The tour started at the Hodges VIP entrance, which is enshrined with a bust of the Hall of Famer. Hodges was finally inducted by the Baseball Hall of Fame in the Class of 2022 but his induction should have happened while he was alive.
From there, it was off to the New York Mets media room, where I had an announcement to make. I won’t tell you exactly what that announcement was but you really had to be there. I kid, I kid.
Next up was the Piazza 31 Club presented by True Vodka. The club features a view of the old Shea Stadium Apple but when the air is nicer, it also features a nice view of the Manhattan skyline. Unfortunately, this was a few days after the Canadian wildfire smoke made their way to New York City so the skyline views were not as clear as they could be.
During the tour, our guide pointed out that the parking lot features memorials to the Shea Stadium home plate and bases. If I had brought my better camera for the tour, I’d have been able to take a nicer photo than my cell phone camera. But anyway, it’s nice that they hold onto the history of what came before.
Next up was the Jay Horwitz Press Box, where many of your favorite sportswriters work while covering a Mets game. The press box, situated behind home plate, offers one of the best views of the field, including one of the largest video boards in Major League Baseball. The press box also features some historic front pages from important moments in Mets history.
The Mets ballpark tour also takes fans to one of the suites.
While walking around the stadium, one could see the retired numbers and the pennants.
One of the restaurants that we got to visit was the DeltaSky 360° Club. Fans can get into the club through a private direct entry from the Jackie Robinson Routunda. It features a nice view of one of the Mets bullpens.
One of the signature points in all of Citi Field is the Jackie Robinson Rotunda. When the Mets announced their intentions to build a new stadium, there was a lot of lobbying to name it after Jackie Robinson. They didn’t go that route but they did name the rotunda, which also honors Ebbetts Field, after him.
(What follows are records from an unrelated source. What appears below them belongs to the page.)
/**
 * Any supported file → Profile: PNG/TIFF frames go through frameToLine, everything else is
 * read as a text table. The SHA-256 of the bytes and the options go into the provenance.
 */
import { DataError, InvalidArgumentError } from "../errors.js";
import type { Profile } from "../profile.js";
import { isPng } from "./decodePng.js";
import { frameToLine, type FrameOptions, type LineProfile } from "./frameToLine.js";
import { readImage, sniffFormat } from "./readImage.js";
import { readTable, type LoadedProfile, type TableOptions } from "./parseTable.js";
import { isTiff } from "./readTiffDirectories.js";
import { sha256Hex } from "./sha256.js";
import { checkPlausibleLength } from "../units/plausibility.js";

/** Options for readProfile: those of tables and of frames. */
export type ProfileOptions = TableOptions & Omit<FrameOptions, "maskSaturated">;

/**
 * True when the bytes are a PNG or TIFF image (by signature).
 * @param bytes the file (the first 4 bytes are enough)
 */
export function isImage(bytes: Uint8Array): boolean {
  return isPng(bytes) || isTiff(bytes);
}

/**
 * Reads a profile from a file's bytes (text table, PNG or TIFF frame).
 * Frames need the pixel pitch (m) unless the PNG states its resolution in pixels per metre.
 * @param bytes   the file
 * @param options column choice, units, pixel pitch, ROI, dark and flat frames, masking
 */
export function readProfile(bytes: Uint8Array, options: ProfileOptions = {}): LoadedProfile {
  const source = options.source ?? (isImage(bytes) ? "frame" : "table");
  if (!isImage(bytes)) {
    const format = sniffFormat(bytes);
    if (format !== "unknown format") throw new DataError(source, `not a supported file (${format})`, "give a text table, an 8- or 16-bit PNG, or an 8/16-bit or 32-bit float TIFF");
    return readTable(bytes, { ...options, source });
  }
  const stack = readImage(bytes, source);
  const line = frameToLine(stack, { ...options, source, maskSaturated: options.maskSaturated ?? true });
  const pitch = options.pixelPitch ?? stack.pixelPitchFromFile;
  if (pitch === undefined) throw new DataError(source, "a camera frame gives positions in pixels", "give the pixel pitch (--pixel-pitch 5.5 um)");
  return lineToProfile(line, pitch, source, sha256Hex(bytes), stack.integerCodes);
}

/**
 * Line profile (pixels) → Profile (metres): x = pixel × pitch.
 * @param line    output of frameToLine
 * @param pitch   pixel pitch (m)
 * @param source  file name
 * @param sha256  SHA-256 of the frame file (hex)
 * @param fromCounts whether the frame held integer detector codes (noted; averaged values are not counts)
 */
export function lineToProfile(line: LineProfile, pitch: number, source: string, sha256: string, fromCounts: boolean): LoadedProfile {
  if (!(pitch > 0) || !Number.isFinite(pitch)) throw new InvalidArgumentError("pixelPitch", pitch, "a positive length in metres");
  checkPlausibleLength("pixelPitch", pitch, "pixelPitch");
  const x = new Float64Array(line.pixel.length);
  for (let i = 0; i < x.length; i++) x[i] = line.pixel[i]! * pitch;
  const profile: Profile = {
    x,
    y: line.y,
    sigma: line.sigma,
    mask: line.mask,
    yUnit: fromCounts ? "counts (row mean)" : "a.u.",
    counts: false,
    provenance: {
      source,
      sha256,
      options: { ...line.options, pixelPitch: pitch },
      notes: [...line.notes, ...line.warnings],
    },
    ...(line.coded && line.coded.length > 0 ? { warnings: line.coded.map((w) => ({ ...w })) } : {}),
  };
  return { profile, warnings: line.warnings };
}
Our next stop was the New York Mets Hall of Fame & Museum, where I took so many photos. I’m not going to post all of them over here but the museum alone makes the tour worth the price of admission. Because of the tour being an hour, the amount of time that one visits the museum is largely dependent on how long we were at other stops on the tour.
Before getting out on the field, our next stop was the Clover Home Plate Club. This 2,100 square-foot club is one of the brand new spaces at Citi Field and can only fit up to 100 people. One of the fun parts about it is the replica outfield wall and exposed brick. It’s also one of the new social media spots in that one can take some great photos inside.
Finally, we got out onto the field and into the dugout. Put me in, Coach, I’m ready to play!
In addition to the Shea Stadium apple, there is a statue of legendary Hall of Fame pitcher Tom Seaver outside.
The only area of the field that we didn’t get to on the tour was the Warning Track. In fairness, this is because one of the pitchers—Max Scherzer—was throwing on an off-day. There was a thought that we might not be able to visit the Mets dugout but sure enough, we did.
That’s a wrap on Citi Field. Next up is my recap of the Yankee Stadium tour, which I’ll be writing about next Wednesday.